● **What you need to do**
Return the whole listing exactly as it stands.

● **Given data**

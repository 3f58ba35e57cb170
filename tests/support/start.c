/* SPDX-License-Identifier: BSD-2-Clause */
#include "support/start.h"

#include <signal.h>
#include <stdio.h>
#include <stdlib.h>
#include <string.h>
#include <sys/prctl.h>
#include <sys/wait.h>
#include <unistd.h>

enum { ARGUMENTS_MAX = 64 };

extern char **environ;

/* An MPI program must not take itself for a rank of a job around the test, nor a Criterion worker of this process. */
static void forget_surroundings(void)
{
  static const char *const prefixes[] = {
      "PMIX_", "PMI_", "OMPI_COMM_", "OMPI_MCA_ess=", "OMPI_MCA_pmix", "OMPI_MCA_orte", "ORTE_", "BXFI_"};
  for (char **entry = environ; *entry;) {
    bool foreign = false;
    for (size_t i = 0; i < sizeof prefixes / sizeof *prefixes; i++)
      foreign = foreign || !strncmp(*entry, prefixes[i], strlen(prefixes[i]));
    char *name = foreign ? strndup(*entry, strcspn(*entry, "=")) : NULL;
    if (name) {
      unsetenv(name);
      free(name);
      entry = environ; /* unsetenv moved the rest */
    } else {
      entry++;
    }
  }
}

static char *text_of_file(FILE *file)
{
  cr_assert_eq(fseek(file, 0, SEEK_END), 0);
  long length = ftell(file);
  cr_assert_geq(length, 0);
  rewind(file);
  char *text = calloc((size_t)length + 1, 1);
  cr_assert_not_null(text);
  cr_assert_eq(fread(text, 1, (size_t)length, file), (size_t)length);
  fclose(file);
  return text;
}

struct ebb_test_run ebb_test_start(const char *folder, const char *const argv[])
{
  struct ebb_test_run run = {0};
  FILE *out = tmpfile(), *err = tmpfile(); /* files, not pipes: a full pipe would stop the child */
  cr_assert(out && err, "no temporary file");
  fflush(NULL);
  pid_t parent = getpid(), child = fork();
  if (child == 0) {
    prctl(PR_SET_PDEATHSIG, SIGTERM);
    if (getppid() != parent || (folder && chdir(folder))) _exit(125);
    if (!freopen("/dev/null", "r", stdin) || dup2(fileno(out), 1) < 0 || dup2(fileno(err), 2) < 0) _exit(126);
    forget_surroundings();
    execvp(argv[0], (char *const *)(size_t)argv); /* exec's prototype predates const */
    _exit(127);
  }
  cr_assert(child > 0, "fork failed");
  int status = 0;
  cr_assert_eq(waitpid(child, &status, 0), child);
  run.status = WIFEXITED(status) ? WEXITSTATUS(status) : 128 + WTERMSIG(status);
  run.out = text_of_file(out);
  run.err = text_of_file(err);
  return run;
}

static struct ebb_test_run start_ranks(const char *folder, int ranks, const char *program,
                                       const char *const arguments[])
{
  const char *argv[ARGUMENTS_MAX + 5];
  char number[16];
  int count = 0;
  snprintf(number, sizeof number, "%d", ranks);
  if (ranks > 0) {
    argv[count++] = ebb_test_mpiexec();
    argv[count++] = "-n";
    argv[count++] = number;
  }
  argv[count++] = program;
  for (int i = 0; arguments && arguments[i]; i++) {
    cr_assert_lt(i, ARGUMENTS_MAX);
    argv[count++] = arguments[i];
  }
  argv[count] = NULL;
  return ebb_test_start(folder, argv);
}

struct ebb_test_run ebb_test_ebbturn(const char *folder, int ranks, const char *const arguments[])
{
  return start_ranks(folder, ranks, ebb_test_program(), arguments);
}

struct ebb_test_run ebb_test_case(int ranks, const char *name, const char *const arguments[])
{
  char *program = ebb_test_case_path(name);
  struct ebb_test_run run = start_ranks(NULL, ranks, program, arguments);
  free(program);
  return run;
}

void ebb_test_run_clear(struct ebb_test_run *run)
{
  free(run->out);
  free(run->err);
  *run = (struct ebb_test_run){0};
}

void ebb_test_model_write(const char *folder, const char *text)
{
  char path[1024];
  FILE *file;

  snprintf(path, sizeof path, "%s/model.yaml", folder);
  file = fopen(path, "w");
  cr_assert_not_null(file);
  fputs(text, file);
  cr_assert_eq(fclose(file), 0);
}

void ebb_test_refusals(const char *command, size_t n, const struct ebb_test_refusal rows[])
{
  char *folder = ebb_test_folder_create();

  for (size_t i = 0; i < n; i++) {
    struct ebb_test_run run;

    ebb_test_model_write(folder, rows[i].text);
    run = ebb_test_ebbturn(folder, 0, (const char *const[]){command, "model.yaml", NULL});
    cr_expect_eq(run.status, 2, "%s: exit %d", rows[i].text, run.status);
    cr_expect_not_null(strstr(run.err, rows[i].says), "%s", run.err);
    ebb_test_run_clear(&run);
  }
  ebb_test_folder_remove(&folder);
}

● **Answer section**
repository 3f58ba35e57cb170
filename tests/support/start.c
/* SPDX-License-Identifier: BSD-2-Clause */
#include "support/start.h"

#include <signal.h>
#include <stdio.h>
#include <stdlib.h>
#include <string.h>
#include <sys/prctl.h>
#include <sys/wait.h>
#include <unistd.h>

enum { ARGUMENTS_MAX = 64 };

extern char **environ;

/* An MPI program must not take itself for a rank of a job around the test, nor a Criterion worker of this process. */
static void forget_surroundings(void)
{
  static const char *const prefixes[] = {
      "PMIX_", "PMI_", "OMPI_COMM_", "OMPI_MCA_ess=", "OMPI_MCA_pmix", "OMPI_MCA_orte", "ORTE_", "BXFI_"};
  for (char **entry = environ; *entry;) {
    bool foreign = false;
    for (size_t i = 0; i < sizeof prefixes / sizeof *prefixes; i++)
      foreign = foreign || !strncmp(*entry, prefixes[i], strlen(prefixes[i]));
    char *name = foreign ? strndup(*entry, strcspn(*entry, "=")) : NULL;
    if (name) {
      unsetenv(name);
      free(name);
      entry = environ; /* unsetenv moved the rest */
    } else {
      entry++;
    }
  }
}

static char *text_of_file(FILE *file)
{
  cr_assert_eq(fseek(file, 0, SEEK_END), 0);
  long length = ftell(file);
  cr_assert_geq(length, 0);
  rewind(file);
  char *text = calloc((size_t)length + 1, 1);
  cr_assert_not_null(text);
  cr_assert_eq(fread(text, 1, (size_t)length, file), (size_t)length);
  fclose(file);
  return text;
}

struct ebb_test_run ebb_test_start(const char *folder, const char *const argv[])
{
  struct ebb_test_run run = {0};
  FILE *out = tmpfile(), *err = tmpfile(); /* files, not pipes: a full pipe would stop the child */
  cr_assert(out && err, "no temporary file");
  fflush(NULL);
  pid_t parent = getpid(), child = fork();
  if (child == 0) {
    prctl(PR_SET_PDEATHSIG, SIGTERM);
    if (getppid() != parent || (folder && chdir(folder))) _exit(125);
    if (!freopen("/dev/null", "r", stdin) || dup2(fileno(out), 1) < 0 || dup2(fileno(err), 2) < 0) _exit(126);
    forget_surroundings();
    execvp(argv[0], (char *const *)(size_t)argv); /* exec's prototype predates const */
    _exit(127);
  }
  cr_assert(child > 0, "fork failed");
  int status = 0;
  cr_assert_eq(waitpid(child, &status, 0), child);
  run.status = WIFEXITED(status) ? WEXITSTATUS(status) : 128 + WTERMSIG(status);
  run.out = text_of_file(out);
  run.err = text_of_file(err);
  return run;
}

static struct ebb_test_run start_ranks(const char *folder, int ranks, const char *program,
                                       const char *const arguments[])
{
  const char *argv[ARGUMENTS_MAX + 5];
  char number[16];
  int count = 0;
  snprintf(number, sizeof number, "%d", ranks);
  if (ranks > 0) {
    argv[count++] = ebb_test_mpiexec();
    argv[count++] = "-n";
    argv[count++] = number;
  }
  argv[count++] = program;
  for (int i = 0; arguments && arguments[i]; i++) {
    cr_assert_lt(i, ARGUMENTS_MAX);
    argv[count++] = arguments[i];
  }
  argv[count] = NULL;
  return ebb_test_start(folder, argv);
}

struct ebb_test_run ebb_test_ebbturn(const char *folder, int ranks, const char *const arguments[])
{
  return start_ranks(folder, ranks, ebb_test_program(), arguments);
}

struct ebb_test_run ebb_test_case(int ranks, const char *name, const char *const arguments[])
{
  char *program = ebb_test_case_path(name);
  struct ebb_test_run run = start_ranks(NULL, ranks, program, arguments);
  free(program);
  return run;
}

void ebb_test_run_clear(struct ebb_test_run *run)
{
  free(run->out);
  free(run->err);
  *run = (struct ebb_test_run){0};
}

void ebb_test_model_write(const char *folder, const char *text)
{
  char path[1024];
  FILE *file;

  snprintf(path, sizeof path, "%s/model.yaml", folder);
  file = fopen(path, "w");
  cr_assert_not_null(file);
  fputs(text, file);
  cr_assert_eq(fclose(file), 0);
}

void ebb_test_refusals(const char *command, size_t n, const struct ebb_test_refusal rows[])
{
  char *folder = ebb_test_folder_create();

  for (size_t i = 0; i < n; i++) {
    struct ebb_test_run run;

    ebb_test_model_write(folder, rows[i].text);
    run = ebb_test_ebbturn(folder, 0, (const char *const[]){command, "model.yaml", NULL});
    cr_expect_eq(run.status, 2, "%s: exit %d", rows[i].text, run.status);
    cr_expect_not_null(strstr(run.err, rows[i].says), "%s", run.err);
    ebb_test_run_clear(&run);
  }
  ebb_test_folder_remove(&folder);
}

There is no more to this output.